Exchequer figures show that boom continues

It was the day when international gloom and doom met domestic boom and bloom

It was the day when international gloom and doom met domestic boom and bloom. Internationally, stock markets continue to suffer and few will believe that the late recovery in Wall Street is anything but a temporary respite as fears of a global recession grow.

Meanwhile, the economy here seems to continue to surge ahead regardless, with a sharp fall in unemployment last month and Exchequer figures indicating clearly that the boom continues.

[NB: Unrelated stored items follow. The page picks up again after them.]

import { z } from 'zod';
import { blankToUndefined, enumOf, isoDate, numberIn, numberListIn, parseDecimalText, refrigerant, refrigerantList, text, tons, tubeOdIn, yesNo } from './fields';

/**
 * Equipment specs: the same schemas validate catalog CSV rows, catalog API items and parts typed
 * from a nameplate in a check. Units are in the field names (DESIGN.md §2).
 * `model` is required for catalog rows (see `catalogRow`) and optional on a typed nameplate spec.
 */

export const SYSTEM_TYPES = ['ac', 'heat-pump'] as const;
export const METERING_REQUIRED = ['txv', 'piston', 'any'] as const;
export const COIL_CONFIGURATIONS = ['upflow', 'downflow', 'horizontal', 'multi-position'] as const;
export const COIL_MATERIALS = ['copper', 'aluminum'] as const;
export const METERING_TYPES = ['txv', 'piston', 'eev', 'none'] as const;
export const AIR_HANDLER_KINDS = ['air-handler', 'furnace'] as const;
export const KIT_TYPES = ['txv', 'piston', 'eev'] as const;

/** Optional fields treat a blank CSV cell or a JSON null as absent. */
const opt = <T extends z.ZodType>(schema: T) => z.preprocess(blankToUndefined, schema.optional());
const pistonSizeIn = numberIn(0.03, 0.2);
const amps = numberIn(0, 400);
const voltage = z.preprocess(
  (v) => (typeof v === 'number' ? String(v) : v),
  z.string().trim().regex(/^\d{3}(\/\d{3})?$/, { error: 'expected a voltage such as 230 or 208/230' }),
);

const identity = {
  model: opt(text(80)),
  brand: opt(text(80)),
  description: opt(text(300)),
};

export const OutdoorUnitSpecSchema = z.object({
  ...identity,
  systemType: enumOf(SYSTEM_TYPES),
  refrigerant,
  nominalTons: tons,
  coolingBtuh: opt(numberIn(6000, 300000)),
  seer2: opt(numberIn(8, 40)),
  eer2: opt(numberIn(5, 25)),
  hspf2: opt(numberIn(4, 15)),
  meteringRequired: opt(enumOf(METERING_REQUIRED)),
  pistonSizeIn: opt(pistonSizeIn),
  liquidLineOdIn: opt(tubeOdIn),
  suctionLineOdIn: opt(tubeOdIn),
  allowedLiquidOdIn: opt(numberListIn(0.125, 2.125)),
  allowedSuctionOdIn: opt(numberListIn(0.125, 2.125)),
  maxLineLengthFt: opt(numberIn(5, 500)),
  maxLiftFt: opt(numberIn(0, 300)),
  factoryChargeOz: opt(numberIn(0, 2000)),
  chargedLineLengthFt: opt(numberIn(0, 100)),
  chargePerFtOz: opt(numberIn(0, 5)),
  mcaAmps: opt(amps),
  mocpAmps: opt(amps),
  voltage: opt(voltage),
  phase: opt(z.preprocess((v) => (typeof v === 'string' && v.trim() !== '' ? (parseDecimalText(v) ?? v) : v === '' ? undefined : v), z.union([z.literal(1), z.literal(3)], { error: 'phase must be 1 or 3' }))),
  startAssist: opt(yesNo),
  manufactureDate: opt(isoDate),
  targetSubcoolingF: opt(numberIn(0, 30)),
});
export type OutdoorUnitSpec = z.infer<typeof OutdoorUnitSpecSchema>;

export const IndoorCoilSpecSchema = z.object({
  ...identity,
  configuration: opt(enumOf(COIL_CONFIGURATIONS)),
  cased: opt(yesNo),
  material: opt(enumOf(COIL_MATERIALS)),
  minTons: tons,
  maxTons: tons,
  refrigerants: refrigerantList,
  meteringType: enumOf(METERING_TYPES),
  meteringRefrigerant: opt(refrigerant),
  meteringBidirectional: opt(yesNo),
  meteringBleed: opt(yesNo),
  pistonSizeIn: opt(pistonSizeIn),
  a2lListed: opt(yesNo),
  leakSensor: opt(yesNo),
  widthIn: opt(numberIn(8, 40)),
  liquidConnOdIn: opt(tubeOdIn),
  suctionConnOdIn: opt(tubeOdIn),
  manufactureDate: opt(isoDate),
});
export type IndoorCoilSpec = z.infer<typeof IndoorCoilSpecSchema>;

export const AirHandlerSpecSchema = z.object({
  ...identity,
  kind: enumOf(AIR_HANDLER_KINDS),
  minTons: opt(tons),
  maxTons: opt(tons),
  airflowCfm: opt(numberIn(200, 10000)),
  widthIn: opt(numberIn(8, 40)),
  refrigerants: opt(refrigerantList),
  a2lListed: opt(yesNo),
  heatKitKw: opt(numberIn(0, 50)),
  mcaAmps: opt(amps),
  mocpAmps: opt(amps),
  voltage: opt(voltage),
});
export type AirHandlerSpec = z.infer<typeof AirHandlerSpecSchema>;

export const MeteringDeviceSpecSchema = z.object({
  ...identity,
  type: enumOf(KIT_TYPES),
  refrigerant,
  minTons: opt(tons),
  maxTons: opt(tons),
  bidirectional: opt(yesNo),
  bleed: opt(yesNo),
  pistonSizeIn: opt(pistonSizeIn),
});
export type MeteringDeviceSpec = z.infer<typeof MeteringDeviceSpecSchema>;

export const RatedCombinationSpecSchema = z.object({
  outdoorModel: text(80),
  indoorModel: text(80),
  airHandlerModel: opt(text(80)),
  coolingBtuh: opt(numberIn(6000, 300000)),
  seer2: opt(numberIn(8, 40)),
  eer2: opt(numberIn(5, 25)),
  hspf2: opt(numberIn(4, 15)),
  reference: opt(text(80)),
});
export type RatedCombinationSpec = z.infer<typeof RatedCombinationSpecSchema>;

/** Catalog rows need a model: it is the key the importer matches on. */
const catalogModel = { model: text(80) };

export const CatalogOutdoorUnitSchema = OutdoorUnitSpecSchema.extend(catalogModel)
  .refine((u) => u.mocpAmps == null || u.mcaAmps == null || u.mocpAmps >= u.mcaAmps, {
    error: 'mocp_amps must not be below mca_amps',
    path: ['mocpAmps'],
  });
export const CatalogIndoorCoilSchema = IndoorCoilSpecSchema.extend(catalogModel).refine((c) => c.maxTons >= c.minTons, {
  error: 'max_tons must not be below min_tons',
  path: ['maxTons'],
});
export const CatalogAirHandlerSchema = AirHandlerSpecSchema.extend(catalogModel);
export const CatalogMeteringDeviceSchema = MeteringDeviceSpecSchema.extend(catalogModel);

export const CATALOG_KINDS = ['outdoor-units', 'indoor-coils', 'air-handlers', 'metering-devices', 'rated-combinations'] as const;
export type CatalogKind = (typeof CATALOG_KINDS)[number];
export const IMPORT_KINDS = [...CATALOG_KINDS, 'prices'] as const;
export type ImportKind = (typeof IMPORT_KINDS)[number];

/** Catalog items as the API returns them: the spec plus id and import bookkeeping. */
export type CatalogItem<T> = T & { id: number; normalizedModel?: string };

If the international downturn does gather pace, then there is no doubt but that the economy here will be affected. However, the latest Exchequer and unemployment figures confirm that, for the moment at least, the economy continues to power ahead. The Exchequer figures were, if anything, stronger than expected. The surplus of Exchequer revenue over spending in the first nine months of the year was £1.3 billion. The Exchequer normally records a deficit in the final quarter, but even after this, Government forecasters now expect that the surplus for the full year will be £800 million. Private sector analysts expect that the total could be in the £900 million to £1 billion range.

Tax buoyancy is the reason why the figures are so strong. Tax revenues in the first nine months of the year were running 12.5 per cent ahead of the same period in 1997, compared with a Budget target of tax growth of 6.3 per cent for the full year.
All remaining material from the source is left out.